[Record extracts]
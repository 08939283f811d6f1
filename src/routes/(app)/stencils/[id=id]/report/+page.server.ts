import { error } from '@sveltejs/kit';
import { getDb } from '$lib/server/db';
import { requireActor } from '$lib/server/guards';
import { checkStoredStencil, findStencil, stencilAdvice } from '$lib/server/stencils';
import type { PageServerLoad } from './$types';

/** Everything the printed report shows; failing apertures listed in full, passing ones counted. */
export const load: PageServerLoad = ({ locals, params }) => {
	requireActor(locals);
	const id = Number(params.id);
	const db = getDb();
	if (!findStencil(db, id)) error(404, 'No such stencil.');
	const check = checkStoredStencil(db, id);
	const advice = stencilAdvice(check);
	return {
		stencil: check.stencil,
		thresholds: check.thresholds,
		summary: check.summary,
		sweep: advice.sweep,
		powder: advice.powder,
		failing: check.apertures
			.filter((a) => a.status === 'fail')
			.sort((a, b) => a.areaRatio - b.areaRatio)
			.map((a) => ({
				id: a.id,
				refdes: a.refdes,
				pad: a.pad,
				shape: a.shape,
				minDimensionUm: a.minDimensionUm,
				thicknessUm: a.thicknessUm,
				areaRatio: a.areaRatio,
				aspectRatio: a.aspectRatio,
				maxPassingThicknessUm: a.maxPassingThicknessUm,
				reasons: a.reasons.map((r) => r.limit)
			})),
		printedAt: new Date()
	};
};
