def _generic_patterns(sym: KKTSymbolic, kern, ranges, r_cols) -> dict:
    """The KKT pattern (k_ptr, k_row) and the row indices of L (l_row) as far
    as the generic loops read them; the stage kernel has its positions
    written into its code. k_ptr/k_row: the rows of ``ranges`` only (indexed
    like r_ptr; the KKT values of the rows after the range sit k_skip
    positions further on). l_row: the columns [0, l_lo) and [l_hi, dim),
    the generic backward sweeps and factor rows read, [l_lo, l_hi) being the
    run of unread columns with the most entries (the positions from l_hi on
    sit l_skip further on in l_val). Without a kernel both are
    whole. At N = 50 this took 61 KB off the solver source (k_row, k_ptr,
    l_row had been whole)."""
    Kp, Ki, Lp, Li, dim = sym.Kp, sym.Ki, sym.Lp, sym.Li, sym.dim
    kptr, krow = [0], []
    for lo, hi in ranges:
        for k in range(lo, hi):
            krow.extend(int(i) for i in Ki[Kp[k]:Kp[k + 1]])
            kptr.append(len(krow))
    if kern is None:
        k_skip, l_lo, l_hi = 0, dim, dim
    else:
        k_skip = int(Kp[kern.row_end]) - int(Kp[kern.row_begin])
        b = kern.bwd
        lo = b["rows"][0] if b["count"] else dim
        hi = b["rows"][0] + b["count"] * b["rows"][1] if b["count"] else dim
        needed = sorted(set(range(0, lo)) | set(range(hi, dim)) | {int(j) for j in r_cols})
        # the run of unread columns that holds the most entries of L
        l_lo, l_hi = dim, dim
        for a, b2 in zip(needed, needed[1:]):
            if int(Lp[b2]) - int(Lp[a + 1]) > int(Lp[l_hi]) - int(Lp[l_lo]):
                l_lo, l_hi = a + 1, b2
    l_skip = int(Lp[l_hi]) - int(Lp[l_lo])
    lrow = [int(i) for i in Li[:Lp[l_lo]]] + [int(i) for i in Li[Lp[l_hi]:]]
    return {"k_ptr": _ints(kptr), "k_row": _ints(krow), "nrows_K": len(kptr) - 1,
            "nnz_Kg": len(krow), "k_skip": k_skip, "l_row": _ints(lrow), "nnz_Lg": len(lrow),
            "l_hi": l_hi, "l_skip": l_skip}
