int fit_arma_estimate(const double *y, size_t n, const fit_spec *spec,
                      const fit_options *opt, fit_result *res)
{
    if (!y || !spec || !res)
        return HN_EINVAL;
    fit_options o = opt ? *opt : fit_default_options();
    const size_t p = (size_t)fit_spec_max_ar(spec);
    const int nm = fit_arma_nmean(spec), off = spec->mean ? 1 : 0;
    if (n <= p + 1)
        return HN_ESHORT;

    int rc = fit_result_init(res, spec, n, p, 0);
    if (rc != HN_OK)
        return rc;
    /* the standardised series lives in res->std_resid, grown to n values,
     * until the standardised residuals replace it at the end (after the last
     * pass): one array fewer to allocate and touch */
    free(res->std_resid);
    double *z = res->std_resid = hn_alloc_long(n * sizeof *z);
    double *gs = malloc(((size_t)nm + 1) * sizeof *gs);
    double *H = malloc(((size_t)nm * nm + 1) * sizeof *H);
    fit_arma_ws *ws = fit_arma_ws_alloc(spec);
    if (!z || !gs || !H || !ws) {
        rc = HN_ENOMEM;
        goto fail;
    }
    /* location and scale of the standardisation, z, and its mean for the
     * start (fit_model refuses |y| > 1e150, so the squares cannot
     * overflow) */
    double loc, scale, zbar;
    standardise(y, n, spec->mean, z, &loc, &scale, &zbar);
    if (!isfinite(scale) || !isfinite(loc)) {
        rc = HN_ENUMERIC;
        goto fail;
    }
    if (!(scale > 0.0)) {
        rc = HN_ECONST;
        goto fail;
    }

    double x[FIT_MAX_PARAMS];
    if ((rc = hr_start(spec, z, n, spec->mean ? zbar : 0.0, x)) != HN_OK)
        goto fail;
    css_ctx ctx;
    memset(&ctx, 0, sizeof ctx);
    ctx.ws = ws;
    ctx.z = z;
    ctx.n = n;
    ctx.N = (double)(n - p);
    ctx.gs = gs;
    ctx.e = res->resid;
    ctx.H = H;
    fit_optim_report rep;
    memset(&rep, 0, sizeof rep);
    if (nm > 0) {
        int orc = css_minimise(&ctx, x, &o, &rep);
        if (orc == HN_EDOMAIN) {
            /* the start itself was infeasible: retry from zero coefficients */
            int ev = rep.evaluations;
            for (int k = 0; k < nm; k++)
                x[k] = 0.0;
            orc = css_minimise(&ctx, x, &o, &rep);
            rep.evaluations += ev;
            if (orc == HN_EDOMAIN)
                orc = HN_ENUMERIC;
        }
        if (orc != HN_OK && orc != HN_ENOCONV) {
            rc = orc;
            goto fail;
        }
        res->converged = orc == HN_OK;
    } else {
        res->converged = 1;
    }
    res->iterations = rep.iterations;
    res->evaluations = rep.evaluations;
    res->grad_norm = rep.grad_norm;
    if (!res->converged)
        res->warnings |= FIT_WARN_NOCONV;

    /* one second-order pass at the optimum: residuals, SSR, gradient and
     * the exact Hessian of f = 1/2 (log(2 pi SSR/N) + 1),
     *   d2f = A / SSR - 2 g g' / SSR^2,  A = sum (de de' + e d2e), g = sum e de */
    double ssr_z;
    if (nm > 0 && ctx.hmemo && memcmp(x, ctx.hx, (size_t)nm * sizeof *x) == 0) {
        /* the optimiser stopped at the last second-order pass: its results */
        ssr_z = ctx.hssr;
        memcpy(gs, ctx.hg, (size_t)nm * sizeof *gs);
    } else {
        if (nm > 0)
            rc = hessian_pass(ws, z, n, x, res->resid, &ssr_z, gs, H, NULL);
        else
            rc = fit_arma_resid(ws, z, n, x, res->resid, NULL, &ssr_z, NULL);
        if (rc != HN_OK || !(ssr_z > 0.0)) {
            rc = rc == HN_ENOMEM ? rc : HN_ENUMERIC;
            goto fail;
        }
        res->evaluations++;
    }
    const double N = (double)(n - p);
    for (int k = 0; k < nm; k++)
        res->par[k] = x[k];
    if (off)
        res->par[0] = loc + scale * x[0];
    double ssr = ssr_z * scale * scale;
    res->sigma2 = ssr / N;
    res->loglik = -0.5 * N * (log(2.0 * M_PI * res->sigma2) + 1.0);
    const double sd = sqrt(res->sigma2);
    {
        /* two at a time in vectors (the same operations on each); the
         * arrays in locals, which the stores cannot change */
        const v2d sv = { scale, scale }, dv = { sd, sd };
        double *const rv = res->resid, *const st = res->std_resid;
        size_t t = 0;
        for (; t + 2 <= n - p; t += 2) {
            v2d et;
            memcpy(&et, rv + t, sizeof et);
            et *= sv;
            memcpy(rv + t, &et, sizeof et);
            et /= dv;
            memcpy(st + t, &et, sizeof et);
        }
        for (; t < n - p; t++) {
            double et = rv[t] * scale;
            rv[t] = et;
            st[t] = et / sd;
        }
    }

    /* standard errors: the Hessian of the profile negative log-likelihood
     * N f in the standardised parameters, mapped back with the Jacobian
     * d x_z / d x = diag(1/scale, 1, ..., 1) */
    if (nm > 0) {
        double gn = 0.0;
        for (int k = 0; k < nm; k++) {
            double gk = gs[k] / ssr_z;
            gn += gk * gk;
        }
        res->grad_norm = sqrt(gn);
        for (int k = 0; k < nm; k++)
            for (int l = 0; l < nm; l++)
                H[k * nm + l] = H[k * nm + l] / ssr_z - 2.0 * gs[k] * gs[l] / (ssr_z * ssr_z);
        for (int i = 0; i < nm; i++)
            for (int j = 0; j < nm; j++) {
                double v = N * H[i * nm + j];
                if (off && i == 0) v /= scale;
                if (off && j == 0) v /= scale;
                H[i * nm + j] = v;
            }
        for (int i = 0; i < nm; i++)          /* exact symmetry */
            for (int j = 0; j < i; j++)
                H[i * nm + j] = H[j * nm + i] = 0.5 * (H[i * nm + j] + H[j * nm + i]);
        if ((rc = fit_result_covariance(res, H)) != HN_OK)
            goto fail;
    }
    fit_result_criteria(res, nm + 1);
    if ((rc = fit_result_roots(res)) != HN_OK)
        goto fail;
    free(gs);
    free(H);
    fit_arma_ws_free(ws);
    return HN_OK;
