def bench(tmp):
    ok_base, why_not = have_baseline()
    res = {"machine": {"cpus": os.cpu_count(), "platform": platform.platform(),
                       "load_average_at_start": os.getloadavg()},
           "started": time.strftime("%Y-%m-%dT%H:%M:%SZ", time.gmtime()),
           "baseline": ok_base, "baseline_note": why_not, "quick": QUICK}
    fl = floor(tmp) if os.path.isdir(BASE) else None
    if fl is None:  # without limit.c the floor cannot be measured; the baseline README's figures
        fl = {}
    res["floor_ns_per_obs"] = fl
    print("floor (limit.c, median of 3 runs of best-of-20):",
          ", ".join("%s %.2f ns/obs" % kv for kv in fl.items()), file=sys.stderr)
    data, how = simulate(tmp, ok_base)
    res["data"] = how
    rows = []

    def file_of(series, n):
        return os.path.join(data, "%s_n%d.csv" % (series, n))

    for n in SIZES:
        reps, breps = REPS[n], BASE_REPS[n]
        for name, series, spec, pas, bargs in FITS:
            f = file_of(series, n)
            h = hbench(["fit", spec, f, str(reps)])
            row = {"computation": name, "n": n, "median_s": h["median_s"], "cpu_median_s": h["cpu_median_s"],
                   "runs": reps, "evaluations": h["evaluations"], "iterations": h["iterations"],
                   "converged": h["converged"], "loglik": h["loglik"],
                   "ns_per_obs_per_eval": 1e9 * h["median_s"] / (n * max(h["evaluations"], 1)),
                   "maxrss_kb": h["maxrss_kb_after"], "maxrss_kb_loaded": h["maxrss_kb_loaded"],
                   "data_bytes": h["data_bytes"]}
            if pas in fl:
                one = fl[pas] * 1e-9 * n
                row["floor_pass_s"] = one
                row["floor_passes"] = h["median_s"] / one
                row["floor_passes_cpu"] = h["cpu_median_s"] / one
            # whole process as a user runs it, and its peak memory
            walls, rss = [], 0
            for _ in range(max(3, reps // 2)):
                w, r = run_rss([HONE, "-c", "load %s; fit %s" % (f, spec)])
                walls.append(w)
                rss = max(rss, r)
            row["process_s"] = med(walls)
            row["process_maxrss_kb"] = rss
            if ok_base:
                a = [x if x is not None else f for x in bargs]
                c, w, last = baseline_runs(a, breps)
                row.update(baseline_s=c, baseline_process_s=w, baseline_loglik=last.get("loglik"),
                           baseline_nfev=last.get("nfev"), speedup=c / h["median_s"],
                           process_speedup=w / row["process_s"])
            rows.append(row)
            print("  %-22s n=%-8d %.4g s" % (name, n, h["median_s"]), file=sys.stderr)
        for name, series, resid, bargs in BATTERIES:
            f = file_of(series, n)
            h = hbench(["battery", f, str(reps)] + ([resid] if resid else []))
            row = {"computation": name, "n": n, "median_s": h["median_s"], "cpu_median_s": h["cpu_median_s"],
                   "runs": reps, "checks": h["checks"], "p": h["p"]}
            if "stream" in fl:
                one = fl["stream"] * 1e-9 * n
                row["floor_pass_s"] = one
                row["floor_passes"] = h["median_s"] / one
                row["floor_passes_cpu"] = h["cpu_median_s"] / one
            if ok_base:
                a = [x if x is not None else f for x in bargs]
                c, w, last = baseline_runs(a, breps)
                row.update(baseline_s=c, speedup=c / h["median_s"],
                           baseline_p={k: last[k]["p"] for k in ("ljung_box", "mcleod_li", "arch_lm",
                                                                 "jarque_bera") if k in last})
            rows.append(row)
            print("  %-22s n=%-8d %.4g s" % (name[:22], n, h["median_s"]), file=sys.stderr)
            # the baseline's own four checks alone, against the same baseline run
            h = hbench(["checks", f, str(reps)] + ([resid] if resid else []))
            row4 = {"computation": "  its 4 checks alone", "n": n, "median_s": h["median_s"],
                    "cpu_median_s": h["cpu_median_s"], "runs": reps, "checks": 4, "p": h["p"],
                    "like_for_like": True}
            if "floor_pass_s" in row:
                row4["floor_pass_s"] = row["floor_pass_s"]
                row4["floor_passes"] = h["median_s"] / row["floor_pass_s"]
                row4["floor_passes_cpu"] = h["cpu_median_s"] / row["floor_pass_s"]
            if ok_base:
                row4.update(baseline_s=row["baseline_s"], speedup=row["baseline_s"] / h["median_s"],
                            baseline_p=row.get("baseline_p"))
            rows.append(row4)
        f = file_of("arma21", n)
        h = hbench(["csv", f, str(reps)])
        rows.append({"computation": "CSV read", "n": n, "median_s": h["median_s"],
                     "cpu_median_s": h["cpu_median_s"], "runs": reps, "bytes": h["bytes"],
                     "mb_per_s": h["mb_per_s"]})
    res["rows"] = rows

    # start-up: hone -c quit against an empty program linked against the same libraries
    st_h = [run_rss([HONE, "-c", "quit"])[0] for _ in range(21)]
    st_e = [run_rss([EMPTY])[0] for _ in range(21)]
    res["startup"] = {"hone_s": med(st_h), "empty_s": med(st_e), "ratio": med(st_h) / med(st_e), "runs": 21}

    # scaling to both cores: batch and scan, 1 thread against 2
    n = 10**5
    files = [file_of(s, n) for s in ("arma21", "garch", "ar1garch")] * 2
    # the two thread counts alternate, so that a neighbour's load falls on both alike
    many = [file_of(s, 10**4) for s in ("arma21", "garch", "ar1garch")] * 66
    # series of many lengths (each a new FFT length): hone's simulate, seeds 500..539
    varied = []
    for k in range(40):
        out = os.path.join(tmp, "varied_%d.csv" % k)
        run([HONE, "-c", "simulate arma(1,1) n=%d seed=%d set=mu:0,ar1:0.5,ma1:0.3,sigma2:1 file=%s"
             % (20000 + 137 * k, 500 + k, out)])
        varied.append(out)
    tb = {1: [], 2: []}
    ts = {1: [], 2: []}
    tm = {1: [], 2: []}
    tv = {1: [], 2: []}
    scaling_runs = 11
    for _ in range(scaling_runs):
        for th in (1, 2):
            env = dict(os.environ, OMP_NUM_THREADS=str(th))
            t0 = time.perf_counter()
            subprocess.run([HONE, "batch", "--threads", str(th), "--commands", "fit arma(1,1); check"] + files,
                           check=True, capture_output=True, env=env)
            tb[th].append(time.perf_counter() - t0)
            t0 = time.perf_counter()
            subprocess.run([HONE, "batch", "--threads", str(th), "--commands", "fit arma(1,1); check"] + many,
                           check=True, capture_output=True, env=env)
            tm[th].append(time.perf_counter() - t0)
            t0 = time.perf_counter()
            subprocess.run([HONE, "batch", "--threads", str(th), "--commands", "fit arma(1,1); check"] + varied,
                           check=True, capture_output=True, env=env)
            tv[th].append(time.perf_counter() - t0)
            t0 = time.perf_counter()
            subprocess.run([HONE, "-c", "load %s; scan p=0..2 q=0..2" % file_of("arma21", n)],
                           check=True, capture_output=True, env=env)
            ts[th].append(time.perf_counter() - t0)
    sc = {th: (med(tb[th]), med(ts[th]), med(tm[th]), med(tv[th])) for th in (1, 2)}
    res["scaling"] = {"batch_1_s": sc[1][0], "batch_2_s": sc[2][0], "batch_speedup": sc[1][0] / sc[2][0],
                      "batch_many_1_s": sc[1][2], "batch_many_2_s": sc[2][2],
                      "batch_many_speedup": sc[1][2] / sc[2][2],
                      "batch_many_work": "198 series of n = 10^4 (arma21, garch, ar1garch, 66 times): fit arma(1,1); check",
                      "batch_varied_1_s": sc[1][3], "batch_varied_2_s": sc[2][3],
                      "batch_varied_speedup": sc[1][3] / sc[2][3],
                      "batch_varied_work": "40 series of n = 20000 + 137k, k = 0..39 (arma(1,1), seeds 500 + k): fit arma(1,1); check",
                      "scan_1_s": sc[1][1], "scan_2_s": sc[2][1], "scan_speedup": sc[1][1] / sc[2][1],
                      "batch_work": "6 series of n = 10^5 (arma21, garch, ar1garch, twice): fit arma(1,1); check",
                      "scan_work": "scan p=0..2 q=0..2 on arma21, n = 10^5", "runs": scaling_runs}
    res["load_average_at_end"] = os.getloadavg()
    res["finished"] = time.strftime("%Y-%m-%dT%H:%M:%SZ", time.gmtime())

    text = report(res)
    out_txt = os.environ.get("BENCH_OUT", os.path.join(TOP, "tests", "bench", "results-latest"))
    with open(out_txt + ".json", "w") as fh:
        json.dump(res, fh, indent=1)
        fh.write("\n")
    with open(out_txt + ".txt", "w") as fh:
        fh.write(text)
    sys.stdout.write(text)
    print("written: %s.txt and %s.json" % (out_txt, out_txt), file=sys.stderr)
    return 0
[/Record extracts]
#### [Problem requirements]
Find the word "malloc" in the entries. Copy each line that holds it.

#### [Result of this task]
    double *gs = malloc(((size_t)nm + 1) * sizeof *gs);
    double *H = malloc(((size_t)nm * nm + 1) * sizeof *H);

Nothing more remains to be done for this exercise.